HOW TO COMPLETE THIS TASK :: Review the material and extract every line in which the word "lengths" occurs.

• • • • • • •

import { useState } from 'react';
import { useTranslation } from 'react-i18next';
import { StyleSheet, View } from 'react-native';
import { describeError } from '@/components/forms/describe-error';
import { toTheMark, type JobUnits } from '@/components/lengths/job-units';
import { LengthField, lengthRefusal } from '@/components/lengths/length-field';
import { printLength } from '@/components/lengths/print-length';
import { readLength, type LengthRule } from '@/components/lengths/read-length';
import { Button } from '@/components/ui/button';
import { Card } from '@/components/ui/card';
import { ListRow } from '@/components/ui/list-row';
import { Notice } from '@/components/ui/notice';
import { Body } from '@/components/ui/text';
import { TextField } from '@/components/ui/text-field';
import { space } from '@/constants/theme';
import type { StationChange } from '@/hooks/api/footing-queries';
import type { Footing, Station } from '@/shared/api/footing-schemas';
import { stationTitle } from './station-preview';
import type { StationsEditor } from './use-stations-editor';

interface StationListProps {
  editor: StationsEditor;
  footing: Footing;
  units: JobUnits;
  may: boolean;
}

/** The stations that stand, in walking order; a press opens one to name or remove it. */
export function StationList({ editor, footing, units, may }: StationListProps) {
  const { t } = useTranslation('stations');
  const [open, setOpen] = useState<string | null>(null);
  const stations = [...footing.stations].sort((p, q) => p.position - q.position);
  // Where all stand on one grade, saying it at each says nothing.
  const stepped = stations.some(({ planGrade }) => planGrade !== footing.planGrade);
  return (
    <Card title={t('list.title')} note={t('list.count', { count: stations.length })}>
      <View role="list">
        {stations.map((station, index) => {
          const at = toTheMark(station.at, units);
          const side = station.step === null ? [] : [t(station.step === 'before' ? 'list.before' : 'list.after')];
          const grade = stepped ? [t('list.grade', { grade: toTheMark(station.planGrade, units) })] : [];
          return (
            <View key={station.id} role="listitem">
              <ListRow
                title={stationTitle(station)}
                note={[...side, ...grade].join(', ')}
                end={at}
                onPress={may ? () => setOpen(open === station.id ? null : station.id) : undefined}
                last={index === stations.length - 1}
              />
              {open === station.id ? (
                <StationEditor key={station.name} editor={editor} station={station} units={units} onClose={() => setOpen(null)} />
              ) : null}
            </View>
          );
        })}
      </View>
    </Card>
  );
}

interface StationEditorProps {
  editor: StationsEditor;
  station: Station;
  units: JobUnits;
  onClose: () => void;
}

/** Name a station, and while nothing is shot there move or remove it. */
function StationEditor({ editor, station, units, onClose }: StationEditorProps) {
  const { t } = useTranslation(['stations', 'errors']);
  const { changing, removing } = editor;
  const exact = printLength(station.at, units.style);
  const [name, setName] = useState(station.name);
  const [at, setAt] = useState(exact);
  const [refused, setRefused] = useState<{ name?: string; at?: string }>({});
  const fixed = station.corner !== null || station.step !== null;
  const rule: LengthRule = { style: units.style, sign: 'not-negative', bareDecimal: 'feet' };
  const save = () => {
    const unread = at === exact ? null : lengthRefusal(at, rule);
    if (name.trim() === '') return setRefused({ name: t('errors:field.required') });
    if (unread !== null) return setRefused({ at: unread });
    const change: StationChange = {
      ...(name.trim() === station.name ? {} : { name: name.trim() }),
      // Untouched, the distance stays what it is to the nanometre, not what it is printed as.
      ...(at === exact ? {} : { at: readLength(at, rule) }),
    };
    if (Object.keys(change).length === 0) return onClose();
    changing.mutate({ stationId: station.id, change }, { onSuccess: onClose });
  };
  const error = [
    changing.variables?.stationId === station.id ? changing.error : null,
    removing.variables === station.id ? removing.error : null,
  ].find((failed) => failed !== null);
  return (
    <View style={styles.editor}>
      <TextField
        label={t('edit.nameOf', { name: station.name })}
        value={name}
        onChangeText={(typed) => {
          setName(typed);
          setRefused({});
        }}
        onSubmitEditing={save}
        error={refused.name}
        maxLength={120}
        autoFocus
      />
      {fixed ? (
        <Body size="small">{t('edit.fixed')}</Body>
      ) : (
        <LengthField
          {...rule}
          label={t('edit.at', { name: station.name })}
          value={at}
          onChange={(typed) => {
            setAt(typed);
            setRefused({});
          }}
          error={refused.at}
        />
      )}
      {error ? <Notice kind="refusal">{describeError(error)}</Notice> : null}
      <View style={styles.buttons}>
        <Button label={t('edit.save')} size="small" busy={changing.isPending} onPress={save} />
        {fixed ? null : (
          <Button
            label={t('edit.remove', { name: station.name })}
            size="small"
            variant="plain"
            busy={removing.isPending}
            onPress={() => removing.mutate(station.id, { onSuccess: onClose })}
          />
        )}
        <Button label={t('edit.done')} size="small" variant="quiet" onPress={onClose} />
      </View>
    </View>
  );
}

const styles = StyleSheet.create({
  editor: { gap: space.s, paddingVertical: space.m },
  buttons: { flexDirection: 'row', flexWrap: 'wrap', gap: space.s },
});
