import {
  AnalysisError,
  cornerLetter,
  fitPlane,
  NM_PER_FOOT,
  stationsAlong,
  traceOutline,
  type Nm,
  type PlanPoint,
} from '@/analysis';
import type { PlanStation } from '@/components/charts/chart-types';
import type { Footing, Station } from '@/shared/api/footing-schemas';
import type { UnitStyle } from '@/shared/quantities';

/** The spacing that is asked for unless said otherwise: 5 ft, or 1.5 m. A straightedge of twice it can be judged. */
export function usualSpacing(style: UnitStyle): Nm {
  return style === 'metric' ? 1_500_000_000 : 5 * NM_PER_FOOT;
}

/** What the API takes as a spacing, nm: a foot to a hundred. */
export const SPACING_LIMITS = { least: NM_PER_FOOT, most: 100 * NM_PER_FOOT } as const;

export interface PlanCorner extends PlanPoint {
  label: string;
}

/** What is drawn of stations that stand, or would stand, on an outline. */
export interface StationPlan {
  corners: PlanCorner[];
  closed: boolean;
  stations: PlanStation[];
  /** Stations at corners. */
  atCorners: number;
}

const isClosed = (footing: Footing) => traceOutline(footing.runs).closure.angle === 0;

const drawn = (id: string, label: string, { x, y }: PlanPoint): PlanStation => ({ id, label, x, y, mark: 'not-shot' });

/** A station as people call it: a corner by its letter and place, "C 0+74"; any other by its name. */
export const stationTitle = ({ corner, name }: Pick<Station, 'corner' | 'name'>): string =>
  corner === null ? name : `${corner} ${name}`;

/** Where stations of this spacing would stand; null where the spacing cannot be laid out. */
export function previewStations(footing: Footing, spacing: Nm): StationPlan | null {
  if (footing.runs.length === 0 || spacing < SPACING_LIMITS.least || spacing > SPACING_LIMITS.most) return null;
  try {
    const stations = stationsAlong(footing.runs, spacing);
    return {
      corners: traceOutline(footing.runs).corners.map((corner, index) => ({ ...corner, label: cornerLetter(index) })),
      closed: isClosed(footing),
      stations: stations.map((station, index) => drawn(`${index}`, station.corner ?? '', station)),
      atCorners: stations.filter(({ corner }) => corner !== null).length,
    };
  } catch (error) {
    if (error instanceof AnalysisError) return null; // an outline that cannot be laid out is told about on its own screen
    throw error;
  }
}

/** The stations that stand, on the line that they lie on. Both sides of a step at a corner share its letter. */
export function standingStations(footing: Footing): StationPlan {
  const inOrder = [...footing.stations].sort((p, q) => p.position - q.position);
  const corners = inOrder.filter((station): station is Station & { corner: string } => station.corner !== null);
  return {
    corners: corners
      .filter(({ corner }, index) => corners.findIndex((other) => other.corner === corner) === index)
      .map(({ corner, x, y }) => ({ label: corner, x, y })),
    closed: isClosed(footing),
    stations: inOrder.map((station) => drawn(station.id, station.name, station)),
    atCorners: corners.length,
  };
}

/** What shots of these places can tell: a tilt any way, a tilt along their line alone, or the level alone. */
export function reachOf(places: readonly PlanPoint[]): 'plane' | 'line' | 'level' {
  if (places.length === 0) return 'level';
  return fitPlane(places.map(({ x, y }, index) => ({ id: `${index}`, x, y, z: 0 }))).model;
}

• • • • • • •

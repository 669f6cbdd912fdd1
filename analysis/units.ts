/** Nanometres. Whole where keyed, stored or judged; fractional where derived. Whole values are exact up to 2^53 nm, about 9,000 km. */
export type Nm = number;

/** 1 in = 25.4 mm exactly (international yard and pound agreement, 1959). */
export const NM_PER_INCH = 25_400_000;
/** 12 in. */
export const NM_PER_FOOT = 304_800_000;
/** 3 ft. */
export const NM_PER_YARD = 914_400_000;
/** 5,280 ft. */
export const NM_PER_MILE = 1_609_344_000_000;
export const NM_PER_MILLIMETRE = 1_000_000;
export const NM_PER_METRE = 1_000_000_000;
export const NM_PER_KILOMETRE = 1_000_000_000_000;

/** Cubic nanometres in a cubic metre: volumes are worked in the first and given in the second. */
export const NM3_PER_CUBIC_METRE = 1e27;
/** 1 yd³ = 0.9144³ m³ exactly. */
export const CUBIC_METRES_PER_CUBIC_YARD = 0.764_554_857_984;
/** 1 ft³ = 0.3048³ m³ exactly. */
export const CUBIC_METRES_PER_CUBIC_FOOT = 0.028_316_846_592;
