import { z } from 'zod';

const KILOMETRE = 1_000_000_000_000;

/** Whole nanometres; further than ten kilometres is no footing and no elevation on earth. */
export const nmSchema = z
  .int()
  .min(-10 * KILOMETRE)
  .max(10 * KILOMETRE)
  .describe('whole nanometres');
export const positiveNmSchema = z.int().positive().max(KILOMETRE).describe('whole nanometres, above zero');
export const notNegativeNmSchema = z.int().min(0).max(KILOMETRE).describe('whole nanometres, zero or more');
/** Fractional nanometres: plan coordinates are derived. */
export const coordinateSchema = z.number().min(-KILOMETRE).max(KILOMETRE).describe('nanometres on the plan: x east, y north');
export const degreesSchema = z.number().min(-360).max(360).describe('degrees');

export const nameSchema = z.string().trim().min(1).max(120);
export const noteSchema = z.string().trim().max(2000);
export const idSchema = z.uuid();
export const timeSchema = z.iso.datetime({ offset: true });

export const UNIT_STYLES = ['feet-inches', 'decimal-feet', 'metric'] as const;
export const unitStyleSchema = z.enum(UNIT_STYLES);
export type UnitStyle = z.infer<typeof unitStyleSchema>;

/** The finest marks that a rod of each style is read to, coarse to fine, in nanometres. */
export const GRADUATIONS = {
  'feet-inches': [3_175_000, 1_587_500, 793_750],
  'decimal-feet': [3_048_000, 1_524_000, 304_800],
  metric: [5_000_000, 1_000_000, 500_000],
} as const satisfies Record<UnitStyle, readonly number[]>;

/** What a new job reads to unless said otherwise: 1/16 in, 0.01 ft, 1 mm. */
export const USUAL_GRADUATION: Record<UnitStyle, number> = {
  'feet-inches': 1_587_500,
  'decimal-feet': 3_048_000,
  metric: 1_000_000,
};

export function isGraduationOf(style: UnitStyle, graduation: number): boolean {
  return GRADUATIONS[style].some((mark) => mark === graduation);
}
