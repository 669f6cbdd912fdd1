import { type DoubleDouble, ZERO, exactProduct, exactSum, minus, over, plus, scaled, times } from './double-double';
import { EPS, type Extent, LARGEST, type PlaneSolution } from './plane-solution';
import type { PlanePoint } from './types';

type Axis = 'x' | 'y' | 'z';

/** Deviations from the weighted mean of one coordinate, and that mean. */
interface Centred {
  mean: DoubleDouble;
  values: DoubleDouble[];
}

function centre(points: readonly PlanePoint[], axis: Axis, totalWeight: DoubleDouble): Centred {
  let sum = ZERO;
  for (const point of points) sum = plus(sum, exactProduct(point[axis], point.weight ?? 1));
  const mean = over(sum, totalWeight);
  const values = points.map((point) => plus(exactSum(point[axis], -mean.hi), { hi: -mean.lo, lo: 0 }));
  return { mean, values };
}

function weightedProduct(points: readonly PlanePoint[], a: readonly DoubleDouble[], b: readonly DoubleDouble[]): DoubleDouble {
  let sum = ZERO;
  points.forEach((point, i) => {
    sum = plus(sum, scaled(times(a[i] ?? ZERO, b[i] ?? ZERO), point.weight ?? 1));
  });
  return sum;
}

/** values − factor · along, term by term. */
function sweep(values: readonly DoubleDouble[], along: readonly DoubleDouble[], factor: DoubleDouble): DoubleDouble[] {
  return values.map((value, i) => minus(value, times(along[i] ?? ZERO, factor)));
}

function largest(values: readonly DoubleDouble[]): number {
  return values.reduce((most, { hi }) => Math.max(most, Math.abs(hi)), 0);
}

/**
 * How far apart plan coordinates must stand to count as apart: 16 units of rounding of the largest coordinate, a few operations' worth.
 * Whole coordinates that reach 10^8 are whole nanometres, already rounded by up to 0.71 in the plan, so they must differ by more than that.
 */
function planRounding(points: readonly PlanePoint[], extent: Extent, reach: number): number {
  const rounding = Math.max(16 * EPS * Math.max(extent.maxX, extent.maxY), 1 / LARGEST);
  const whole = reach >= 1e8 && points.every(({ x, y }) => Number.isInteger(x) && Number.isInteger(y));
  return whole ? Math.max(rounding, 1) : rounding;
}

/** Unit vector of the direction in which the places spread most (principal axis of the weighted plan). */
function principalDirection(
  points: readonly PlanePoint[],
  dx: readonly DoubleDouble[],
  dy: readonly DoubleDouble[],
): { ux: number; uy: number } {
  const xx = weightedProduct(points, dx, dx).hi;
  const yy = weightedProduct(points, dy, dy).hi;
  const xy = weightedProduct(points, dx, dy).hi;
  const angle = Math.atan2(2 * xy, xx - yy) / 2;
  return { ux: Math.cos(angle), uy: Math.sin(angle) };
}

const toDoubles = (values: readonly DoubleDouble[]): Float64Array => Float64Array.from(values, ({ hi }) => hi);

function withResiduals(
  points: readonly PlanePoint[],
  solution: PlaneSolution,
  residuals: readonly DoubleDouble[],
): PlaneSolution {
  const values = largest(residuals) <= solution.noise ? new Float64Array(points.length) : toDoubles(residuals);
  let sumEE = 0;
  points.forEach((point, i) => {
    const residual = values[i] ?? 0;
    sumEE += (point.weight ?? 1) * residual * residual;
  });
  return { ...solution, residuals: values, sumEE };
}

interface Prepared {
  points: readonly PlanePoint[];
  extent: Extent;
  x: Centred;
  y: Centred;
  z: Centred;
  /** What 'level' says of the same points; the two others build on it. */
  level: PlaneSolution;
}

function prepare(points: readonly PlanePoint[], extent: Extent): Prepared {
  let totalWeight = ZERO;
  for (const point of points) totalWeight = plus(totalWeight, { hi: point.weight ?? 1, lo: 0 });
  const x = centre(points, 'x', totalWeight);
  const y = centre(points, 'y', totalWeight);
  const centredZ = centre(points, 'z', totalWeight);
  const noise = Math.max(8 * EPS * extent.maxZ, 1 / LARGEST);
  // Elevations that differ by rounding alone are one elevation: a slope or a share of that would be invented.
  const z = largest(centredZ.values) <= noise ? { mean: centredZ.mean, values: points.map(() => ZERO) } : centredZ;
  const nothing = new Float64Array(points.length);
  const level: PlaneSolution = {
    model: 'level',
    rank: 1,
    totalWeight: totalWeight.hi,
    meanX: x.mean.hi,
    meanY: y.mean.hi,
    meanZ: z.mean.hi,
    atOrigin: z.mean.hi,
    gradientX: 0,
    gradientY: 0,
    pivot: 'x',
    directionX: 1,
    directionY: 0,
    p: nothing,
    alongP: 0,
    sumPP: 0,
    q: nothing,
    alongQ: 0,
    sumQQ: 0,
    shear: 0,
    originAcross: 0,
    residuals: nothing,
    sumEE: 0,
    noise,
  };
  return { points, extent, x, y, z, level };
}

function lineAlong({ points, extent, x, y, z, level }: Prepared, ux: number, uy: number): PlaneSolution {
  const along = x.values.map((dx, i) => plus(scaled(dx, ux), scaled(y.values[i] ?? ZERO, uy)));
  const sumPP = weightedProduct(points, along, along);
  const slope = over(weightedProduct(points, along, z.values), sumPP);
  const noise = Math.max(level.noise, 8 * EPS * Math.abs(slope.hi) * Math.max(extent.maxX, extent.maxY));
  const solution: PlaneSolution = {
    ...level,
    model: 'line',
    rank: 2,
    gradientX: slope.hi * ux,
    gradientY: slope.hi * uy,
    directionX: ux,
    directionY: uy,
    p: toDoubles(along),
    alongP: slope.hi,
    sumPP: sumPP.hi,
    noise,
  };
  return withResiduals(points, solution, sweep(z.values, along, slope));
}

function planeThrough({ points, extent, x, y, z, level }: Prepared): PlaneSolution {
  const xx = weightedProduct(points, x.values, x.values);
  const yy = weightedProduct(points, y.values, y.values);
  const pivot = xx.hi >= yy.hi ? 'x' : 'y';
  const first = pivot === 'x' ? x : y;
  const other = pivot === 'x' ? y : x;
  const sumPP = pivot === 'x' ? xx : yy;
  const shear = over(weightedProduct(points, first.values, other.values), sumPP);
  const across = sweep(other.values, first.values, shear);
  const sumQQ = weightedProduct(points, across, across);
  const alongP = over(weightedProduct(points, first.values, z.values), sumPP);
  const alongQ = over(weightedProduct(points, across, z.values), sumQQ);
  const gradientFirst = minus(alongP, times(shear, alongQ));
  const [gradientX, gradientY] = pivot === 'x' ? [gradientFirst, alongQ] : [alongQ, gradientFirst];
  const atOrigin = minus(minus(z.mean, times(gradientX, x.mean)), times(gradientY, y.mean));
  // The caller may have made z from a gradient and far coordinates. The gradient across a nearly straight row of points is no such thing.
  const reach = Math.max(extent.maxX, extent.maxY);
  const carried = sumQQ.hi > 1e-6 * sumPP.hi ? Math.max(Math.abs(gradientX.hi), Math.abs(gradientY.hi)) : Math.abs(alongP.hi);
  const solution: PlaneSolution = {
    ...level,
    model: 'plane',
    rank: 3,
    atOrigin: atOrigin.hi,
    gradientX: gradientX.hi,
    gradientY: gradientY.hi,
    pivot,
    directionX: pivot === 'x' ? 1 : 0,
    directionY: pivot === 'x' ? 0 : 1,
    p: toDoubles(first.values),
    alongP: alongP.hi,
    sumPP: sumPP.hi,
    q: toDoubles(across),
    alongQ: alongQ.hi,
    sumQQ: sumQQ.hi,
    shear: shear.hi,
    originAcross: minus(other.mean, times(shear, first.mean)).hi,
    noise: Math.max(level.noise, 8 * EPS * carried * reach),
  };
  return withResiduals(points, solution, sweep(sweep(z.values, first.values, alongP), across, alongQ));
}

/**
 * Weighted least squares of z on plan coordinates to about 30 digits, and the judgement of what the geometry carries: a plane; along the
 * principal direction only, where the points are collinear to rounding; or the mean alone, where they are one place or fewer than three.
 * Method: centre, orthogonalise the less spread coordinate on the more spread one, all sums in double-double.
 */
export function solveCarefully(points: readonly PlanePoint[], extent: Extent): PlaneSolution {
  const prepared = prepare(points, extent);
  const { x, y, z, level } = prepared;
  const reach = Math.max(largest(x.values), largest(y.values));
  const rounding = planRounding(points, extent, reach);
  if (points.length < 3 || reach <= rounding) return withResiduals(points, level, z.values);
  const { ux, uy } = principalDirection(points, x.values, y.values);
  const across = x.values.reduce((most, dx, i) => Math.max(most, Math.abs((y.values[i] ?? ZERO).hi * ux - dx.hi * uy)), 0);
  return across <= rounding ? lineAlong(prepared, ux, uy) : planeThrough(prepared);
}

• • • • • • •

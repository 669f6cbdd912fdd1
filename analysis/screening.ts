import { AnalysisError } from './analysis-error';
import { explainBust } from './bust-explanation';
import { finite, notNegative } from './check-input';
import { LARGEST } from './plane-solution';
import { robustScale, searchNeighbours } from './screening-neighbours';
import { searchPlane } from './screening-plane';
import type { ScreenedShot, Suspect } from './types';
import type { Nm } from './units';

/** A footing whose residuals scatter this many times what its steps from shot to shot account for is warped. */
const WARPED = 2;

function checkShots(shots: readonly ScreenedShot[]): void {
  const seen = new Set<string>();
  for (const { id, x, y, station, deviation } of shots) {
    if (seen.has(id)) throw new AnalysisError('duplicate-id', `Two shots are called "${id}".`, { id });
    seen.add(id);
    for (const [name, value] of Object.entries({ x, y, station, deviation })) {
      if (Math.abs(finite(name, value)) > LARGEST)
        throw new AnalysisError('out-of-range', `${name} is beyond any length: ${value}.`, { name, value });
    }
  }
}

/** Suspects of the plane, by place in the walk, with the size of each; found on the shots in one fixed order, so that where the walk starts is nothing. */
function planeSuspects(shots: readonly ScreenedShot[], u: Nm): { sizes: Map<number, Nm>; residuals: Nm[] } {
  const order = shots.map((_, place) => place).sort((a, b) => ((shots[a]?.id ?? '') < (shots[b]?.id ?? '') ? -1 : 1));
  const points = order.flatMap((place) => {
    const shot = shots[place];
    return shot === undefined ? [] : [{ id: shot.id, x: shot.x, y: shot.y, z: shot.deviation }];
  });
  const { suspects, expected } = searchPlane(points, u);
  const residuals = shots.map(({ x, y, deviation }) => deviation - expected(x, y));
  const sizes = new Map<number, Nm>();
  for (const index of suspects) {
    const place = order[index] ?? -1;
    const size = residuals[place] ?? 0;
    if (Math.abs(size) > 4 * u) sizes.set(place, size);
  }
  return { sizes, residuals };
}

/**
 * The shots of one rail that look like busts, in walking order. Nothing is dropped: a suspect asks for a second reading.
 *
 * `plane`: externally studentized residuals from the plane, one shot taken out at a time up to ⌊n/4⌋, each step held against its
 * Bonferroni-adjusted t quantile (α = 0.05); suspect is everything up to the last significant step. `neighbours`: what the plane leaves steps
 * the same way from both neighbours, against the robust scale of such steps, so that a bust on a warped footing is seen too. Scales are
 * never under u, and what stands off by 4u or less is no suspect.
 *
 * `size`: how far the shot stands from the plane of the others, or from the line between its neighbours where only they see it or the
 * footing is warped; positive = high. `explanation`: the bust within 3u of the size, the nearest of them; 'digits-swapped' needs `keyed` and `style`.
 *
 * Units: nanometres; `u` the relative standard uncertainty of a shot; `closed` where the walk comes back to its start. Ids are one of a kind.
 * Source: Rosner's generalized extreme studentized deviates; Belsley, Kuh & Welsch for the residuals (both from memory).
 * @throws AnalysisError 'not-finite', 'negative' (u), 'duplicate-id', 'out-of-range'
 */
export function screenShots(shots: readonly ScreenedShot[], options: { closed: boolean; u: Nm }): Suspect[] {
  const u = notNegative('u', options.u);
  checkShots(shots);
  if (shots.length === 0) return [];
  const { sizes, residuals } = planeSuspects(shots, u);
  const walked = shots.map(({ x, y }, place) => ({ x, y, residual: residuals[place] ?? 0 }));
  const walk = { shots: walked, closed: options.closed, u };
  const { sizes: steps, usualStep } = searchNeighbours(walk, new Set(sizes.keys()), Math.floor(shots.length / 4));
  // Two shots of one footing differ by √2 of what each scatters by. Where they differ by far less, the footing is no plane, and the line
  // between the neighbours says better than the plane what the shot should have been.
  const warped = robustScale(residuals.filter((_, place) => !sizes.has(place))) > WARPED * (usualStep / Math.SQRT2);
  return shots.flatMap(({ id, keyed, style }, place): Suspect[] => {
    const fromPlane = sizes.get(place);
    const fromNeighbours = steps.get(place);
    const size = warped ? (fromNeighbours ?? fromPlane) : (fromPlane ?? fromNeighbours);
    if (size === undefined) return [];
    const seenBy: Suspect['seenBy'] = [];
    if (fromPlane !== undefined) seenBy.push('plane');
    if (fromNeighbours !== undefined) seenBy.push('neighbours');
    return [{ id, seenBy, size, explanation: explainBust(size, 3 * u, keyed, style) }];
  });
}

• • • • • • •

ANSWER FOR THIS EXERCISE ::
import { toTheMark, type JobUnits } from '@/components/lengths/job-units';
import { LengthField, lengthRefusal } from '@/components/lengths/length-field';
import { printLength } from '@/components/lengths/print-length';
import { readLength, type LengthRule } from '@/components/lengths/read-length';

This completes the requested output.